Our work has several strengths. Use of the PMSI allowed all patients with sepsis and septic shock admitted to French hospitals to be included in the study, which with one of the highest number of sepsis and septic shock cases ever recorded gives an accurate picture of the burden they represent for a country with a high standard of care, high hospital bed availability, an integrated healthcare organization structure, and similar admission policies for all patients thanks to its public insurance system. Analysis of a period of time during which diagnostic codes and insurance policies were unchanged ensured that the rise of coding was kept to a minimum. In addition, all procedure codes, diagnostic codes, and the SAPS II scores in the subgroup of ICU patients were taken into account to provide a comprehensive description of septic shock that includes adjustment for mortality risk to a degree not previously attained. We also analyzed hospital stays from admission to death or discharge, taking into account all potential transfers, and adjusting for readmissions, which has not been performed before in similar studies.

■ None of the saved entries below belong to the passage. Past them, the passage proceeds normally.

"""The ``[correlations]`` section: Spearman rank correlations between uncertain parameters.

Manufacturing variability is rarely independent (a denser batt is thicker and conducts
differently; both air gaps widen together with a looser fit). The section gives rank
correlations between named uncertain parameters, as a list of pairs and/or a matrix over a
listed set::

    [correlations]
    pairs = [["outer gap.width", "skin gap.width", 0.6]]
    parameters = ["batt.thickness", "batt.conductivity"]
    matrix = [[1.0, -0.4], [-0.4, 1.0]]
    repair = "nearest"              # optional: project onto the nearest valid matrix
    lhs_reordering = "iman-conover" # optional: rank reordering of a Latin hypercube

The dependence is a Gaussian copula: the normal scores of the inputs have the linear
correlation ``rho = 2 sin(pi rho_s / 6)`` (eq. C.1), which gives the rank correlation
``rho_s`` exactly (Kruskal 1958, J. Am. Stat. Assoc. 53, 814-861, doi:10.2307/2281954;
Pearson 1907). That matrix must be positive definite. Nothing is repaired silently; with
``repair = "nearest"`` an invalid matrix is projected onto the nearest correlation matrix by
alternating projections (Higham 2002, IMA J. Numer. Anal. 22, 329-343,
doi:10.1093/imanum/22.3.329) with a floor on its eigenvalues, and the change is reported.
"""

from __future__ import annotations

from dataclasses import dataclass
from typing import Any

import numpy as np

from plyrisk.methods import METHODS
from plyrisk.study import values as cv
from plyrisk.study.sections_analysis import check_dependence
from plyrisk.study.values import Context, join, show, suggest

__all__ = ["MIN_EIGENVALUE", "REORDERINGS", "REPAIRS", "Correlations", "linear_from_rank",
           "nearest_correlation", "parse_correlations", "rank_from_linear"]

MIN_EIGENVALUE = 1e-6
"""Smallest eigenvalue accepted for the linear (normal-score) correlation matrix [-]; below
it the conditional distributions of the copula are numerically singular."""
REPAIRS = ("none", "nearest")
REORDERINGS = ("copula", "iman-conover")
_KEYS = ("pairs", "parameters", "matrix", "repair", "lhs_reordering")


def linear_from_rank(rank: np.ndarray | float) -> np.ndarray:
    """Linear correlation of the normal scores giving a Spearman rank correlation.

    Parameters
    ----------
    rank
        Spearman rank correlation(s) rho_s in [-1, 1] [-].

    Returns
    -------
    numpy.ndarray
        ``rho = 2 sin(pi rho_s / 6)`` [-].

    Notes
    -----
    For a bivariate normal pair, rho_s = (6 / pi) arcsin(rho / 2) (eq. C.1; Kruskal 1958,
    doi:10.2307/2281954); the copula keeps rank correlations through any monotone marginal.

    Examples
    --------
    >>> from plyrisk.study.correlations import linear_from_rank
    >>> round(float(linear_from_rank(0.5)), 4)
    0.5176
    """
    return 2.0 * np.sin(np.pi * np.asarray(rank, dtype=float) / 6.0)


def rank_from_linear(linear: np.ndarray | float) -> np.ndarray:
    """Spearman rank correlation of a Gaussian pair of linear correlation ``linear`` [-]
    (the inverse of :func:`linear_from_rank`, eq. C.1)."""
    return 6.0 / np.pi * np.arcsin(np.asarray(linear, dtype=float) / 2.0)


def nearest_correlation(matrix: np.ndarray, *, floor: float = 10 * MIN_EIGENVALUE,
                        iterations: int = 200) -> np.ndarray:
    """The nearest correlation matrix with eigenvalues at least ``floor`` (Frobenius norm).

    Parameters
    ----------
    matrix
        A symmetric matrix with unit diagonal [-].
    floor
        Smallest eigenvalue of the result [-].
    iterations
        Alternating projections at most.

    Returns
    -------
    numpy.ndarray
        Symmetric, unit diagonal, positive definite [-].

    Notes
    -----
    Alternating projections with Dykstra's correction onto the matrices with eigenvalues at
    least ``floor`` and onto those with unit diagonal (Higham 2002, IMA J. Numer. Anal. 22,
    329-343, doi:10.1093/imanum/22.3.329, algorithm 3.3).

    Examples
    --------
    >>> import numpy as np
    >>> from plyrisk.study.correlations import nearest_correlation
    >>> bad = np.array([[1.0, 0.9, -0.9], [0.9, 1.0, 0.9], [-0.9, 0.9, 1.0]])
    >>> fixed = nearest_correlation(bad)
    >>> bool(np.linalg.eigvalsh(fixed).min() > 0), np.allclose(np.diag(fixed), 1.0)
    (True, True)
    """
    a = np.array(matrix, dtype=float)
    y = a.copy()
    ds = np.zeros_like(a)
    for _ in range(iterations):
        r = y - ds
        w, v = np.linalg.eigh((r + r.T) / 2.0)
        x = (v * np.maximum(w, floor)) @ v.T
        ds = x - r
        y = x.copy()
        np.fill_diagonal(y, 1.0)
        if np.linalg.norm(y - x) < 1e-12:
            break
    # the unit-diagonal step can leave an eigenvalue a hair under the floor: shrink toward I
    w_min = float(np.linalg.eigvalsh(y).min())
    if w_min < floor:
        t = (floor - w_min) / (1.0 - w_min)
        y = (1.0 - t) * y + t * np.eye(len(y))
    return (y + y.T) / 2.0


@dataclass(frozen=True, eq=False)
class Correlations:
    """Validated rank correlations of a study (the ``[correlations]`` section).

    Parameters
    ----------
    names
        The correlated parameters, in the study's parameter order.
    rank
        Spearman rank correlations among ``names`` (after a repair, the repaired ones) [-].
    linear
        Linear correlation of the normal scores, ``2 sin(pi rank / 6)``; positive definite [-].
    lhs_reordering
        ``"copula"`` (every design through the Gaussian copula) or ``"iman-conover"`` (a Latin
        hypercube reordered by ranks, Iman & Conover 1982, keeping its strata).
    repair_note
        What ``repair = "nearest"`` changed, ``""`` when nothing was repaired.
    """

    names: tuple[str, ...]
    rank: np.ndarray
    linear: np.ndarray
    lhs_reordering: str = "copula"
    repair_note: str = ""

    @property
    def is_independent(self) -> bool:
        """True when every correlation is zero [-]."""
        return not np.any(self.linear - np.eye(len(self.names)))

    def pairs(self) -> list[tuple[str, str, float]]:
        """Every nonzero pair ``(name, name, rank correlation)`` in order [-]."""
        k = len(self.names)
        return [(self.names[i], self.names[j], float(self.rank[i, j]))
                for i in range(k) for j in range(i + 1, k) if self.rank[i, j] != 0.0]

    def full_linear(self, parameter_names: tuple[str, ...] | list[str]) -> np.ndarray:
        """The linear normal-score correlation over all ``parameter_names`` (identity for the
        uncorrelated ones) [-]."""
        names = list(parameter_names)
        out = np.eye(len(names))
        idx = [names.index(n) for n in self.names]
        out[np.ix_(idx, idx)] = self.linear
        return out

    def full_rank(self, parameter_names: tuple[str, ...] | list[str]) -> np.ndarray:
        """The Spearman rank correlation over all ``parameter_names`` [-]."""
        names = list(parameter_names)
        out = np.eye(len(names))
        idx = [names.index(n) for n in self.names]
        out[np.ix_(idx, idx)] = self.rank
        return out


def _is_fixed_input(name: str, parsed: dict) -> bool:
    """Whether ``name`` is an input of the study given as a single value (no distribution)."""
    prefix, _, quantity = name.rpartition(".")
    owners = {getattr(layer, "name", None): layer for layer in parsed.get("layers") or ()}
    owners.update({side: parsed.get(side) for side in ("hot_side", "cold_side")})
    obj = owners.get(prefix)
    if obj is None or quantity.startswith("_") or quantity in ("name", "kind"):
        return False
    return hasattr(obj, quantity) or (quantity == "emissivity" and hasattr(obj, "emissivity_hot"))


def _parameter(ctx: Context, raw: Any, path: str, uncertain: dict, parsed: dict) -> str:
    """A known, uncertain parameter name."""
    if not isinstance(raw, str) or not raw.strip():
        raise ctx.error(path, f"expected a parameter name such as 'shell.thickness', got "
                        f"{show(raw)}")
    if raw in uncertain:
        if uncertain[raw].distribution.kind == "fixed":
            raise ctx.error(path, f"parameter {raw!r} is fixed (no spread); only uncertain "
                            "parameters can be correlated")
        return raw
    if _is_fixed_input(raw, parsed):
        raise ctx.error(path, f"parameter {raw!r} is fixed (a single value, no distribution); "
                        "only uncertain parameters can be correlated; give it a distribution "
                        "or remove it")
    valid = ", ".join(uncertain) or "none"
    raise ctx.error(path, f"unknown parameter {raw!r}; {suggest(raw, uncertain)}uncertain "
                    f"parameters: {valid}")


def _value(ctx: Context, raw: Any, path: str) -> float:
    """A rank correlation strictly between -1 and 1."""
    if isinstance(raw, bool) or not isinstance(raw, int | float):
        got = (f"the string {raw!r}; write the number without quotes"
               if isinstance(raw, str) else show(raw))
        raise ctx.error(path, f"expected a number (a rank correlation strictly between -1 and "
                        f"1), got {got}")
    if not -1.0 < raw < 1.0:
        raise ctx.error(path, f"expected a rank correlation strictly between -1 and 1, got "
                        f"{show(raw)}")
    return float(raw)


def _read_pairs(ctx: Context, raw: Any, uncertain: dict, parsed: dict
                ) -> list[tuple[str, str, float, str]]:
    path = "correlations.pairs"
    if not isinstance(raw, list):
        raise ctx.error(path, f"expected a list of [name, name, rank correlation], got "
                        f"{show(raw)}")
    out = []
    for i, item in enumerate(raw):
        where = join(path, i)
        if not isinstance(item, list) or len(item) != 3:
            raise ctx.error(where, f"expected [name, name, rank correlation], got {show(item)}")
        a = _parameter(ctx, item[0], join(where, 0), uncertain, parsed)
        b = _parameter(ctx, item[1], join(where, 1), uncertain, parsed)
        if a == b:
            raise ctx.error(where, f"pairs {a!r} with itself; a pair names two parameters")
        out.append((a, b, _value(ctx, item[2], join(where, 2)), where))
    return out


def _read_matrix(ctx: Context, t: dict, uncertain: dict, parsed: dict
                 ) -> list[tuple[str, str, float, str]]:
    if ("parameters" in t) != ("matrix" in t):
        missing = "matrix" if "parameters" in t else "parameters"
        raise ctx.error(f"correlations.{missing}", "parameters and matrix go together (the "
                        "matrix's rows and columns follow the parameters list); give both")
    raw_names, raw = t["parameters"], t["matrix"]
    if not isinstance(raw_names, list) or len(raw_names) < 2:
        raise ctx.error("correlations.parameters", f"expected a list of at least 2 parameter "
                        f"names, got {show(raw_names)}")
    names = [_parameter(ctx, n, join("correlations.parameters", i), uncertain, parsed)
             for i, n in enumerate(raw_names)]
    for i, n in enumerate(names):
        if n in names[:i]:
            raise ctx.error(join("correlations.parameters", i), f"duplicate parameter {n!r}")
    k = len(names)
    if (not isinstance(raw, list) or len(raw) != k
            or any(not isinstance(row, list) or len(row) != k for row in raw)):
        raise ctx.error("correlations.matrix", f"expected a {k} x {k} list of rows (one per "
                        f"listed parameter), got {show(raw)}")
    out = []
    for i in range(k):
        if isinstance(raw[i][i], bool) or raw[i][i] != 1:
            raise ctx.error(f"correlations.matrix[{i}][{i}]", f"the diagonal must be 1, got "
                            f"{show(raw[i][i])}")
        for j in range(i + 1, k):
            v = _value(ctx, raw[i][j], f"correlations.matrix[{i}][{j}]")
            w = _value(ctx, raw[j][i], f"correlations.matrix[{j}][{i}]")
            if v != w:
                raise ctx.error(f"correlations.matrix[{j}][{i}]", f"not symmetric: {w:g} "
                                f"here but {v:g} at [{i}][{j}] ({names[i]!r} with "
                                f"{names[j]!r}); give the same value")
            out.append((names[i], names[j], v, f"correlations.matrix[{i}][{j}]"))
    return out


def parse_correlations(ctx: Context, raw: Any, parsed: dict) -> dict:
    """The optional ``[correlations]`` section (see ``docs/config.md``).

    Returns ``{"correlations": Correlations | None}``; a section whose correlations are all
    zero still gives a :class:`Correlations` (its studies are analysed as correlated ones,
    which is what the user asked for).
    """
    if raw is None:
        return {"correlations": None}
    t = cv.table(ctx, raw, "correlations", "[correlations]")
    cv.check_keys(ctx, t, "correlations", _KEYS)
    if "pairs" not in t and "matrix" not in t and "parameters" not in t:
        raise ctx.error("correlations", "give pairs = [[name, name, rank correlation], ...] "
                        "and/or parameters = [...] with matrix = [[...], ...]")
    repair = (cv.choice(ctx, t["repair"], "correlations.repair", REPAIRS, "repair")
              if "repair" in t else "none")
    reorder = (cv.choice(ctx, t["lhs_reordering"], "correlations.lhs_reordering",
                         REORDERINGS, "lhs_reordering")
               if "lhs_reordering" in t else "copula")
    check_dependence(ctx, METHODS[parsed["analysis"].method])
    if reorder == "iman-conover" and parsed["analysis"].design != "lhs":
        raise ctx.error("correlations.lhs_reordering", f"'iman-conover' reorders a Latin "
                        f"hypercube; the study's design is {parsed['analysis'].design!r}; set "
                        "[study] design = \"lhs\" or remove lhs_reordering")
    uncertain = {p.name: p for p in parsed["parameters"]}
    entries = []
    if "pairs" in t:
        entries += _read_pairs(ctx, t["pairs"], uncertain, parsed)
    if "matrix" in t or "parameters" in t:
        entries += _read_matrix(ctx, t, uncertain, parsed)
    seen: dict[frozenset, str] = {}
    for a, b, _, where in entries:
        key = frozenset((a, b))
        if key in seen:
            raise ctx.error(where, f"duplicate pair {a!r} with {b!r} (also at {seen[key]}); "
                            "give each pair once")
        seen[key] = where
    order = [n for n in uncertain if any(n in (a, b) for a, b, _, _ in entries)]
    k = len(order)
    rank = np.eye(k)
    for a, b, v, _ in entries:
        i, j = order.index(a), order.index(b)
        rank[i, j] = rank[j, i] = v
    linear = linear_from_rank(rank)
    np.fill_diagonal(linear, 1.0)
    smallest = float(np.linalg.eigvalsh(linear).min())
    note = ""
    if smallest < MIN_EIGENVALUE:
        if repair == "none":
            raise ctx.error("correlations", f"the correlations are inconsistent: the linear "
                            f"(normal-score) correlation matrix 2 sin(pi rho_s / 6) has "
                            f"smallest eigenvalue {smallest:.3g}, expected above "
                            f"{MIN_EIGENVALUE:g} (positive definite); change the pairs or add "
                            f"repair = \"nearest\"")
        linear = nearest_correlation(linear)
        new_rank = rank_from_linear(linear)
        np.fill_diagonal(new_rank, 1.0)
        change = np.abs(new_rank - rank)
        ia, ib = (int(v) for v in np.unravel_index(int(np.argmax(change)), change.shape))
        note = (f"[correlations] repair = \"nearest\": the rank correlations were inconsistent "
                f"(smallest eigenvalue {smallest:.3g}) and were projected onto the nearest "
                f"valid matrix; largest change {float(change[ia, ib]):.3f}, {order[ia]} with "
                f"{order[ib]}: {rank[ia, ib]:+.3f} -> {new_rank[ia, ib]:+.3f}")
        rank = new_rank
    return {"correlations": Correlations(tuple(order), rank, linear, reorder, note)}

Our study has several limitations, mostly related to the nature of the database: the specificity of the coding, the rise in coding due to better recognition and coding, missing data due to billing reasons, and the lack of detailed clinical, paraclinical and drug exposure data. Thus, it was not possible to compare our inclusion criteria with those based on clinical data using the sepsis 3.0 definitions as done elsewhere [28, 29] to determine whether our increase was related to coding and to assess the number of misdiagnosed patients. Nor was it possible to differentiate primary infections from nosocomial infections, to know whether limitations of care were achieved or to take into account discharges to a hospice. Finally, our study did not allow causal inferences between sepsis and/or septic shock and death.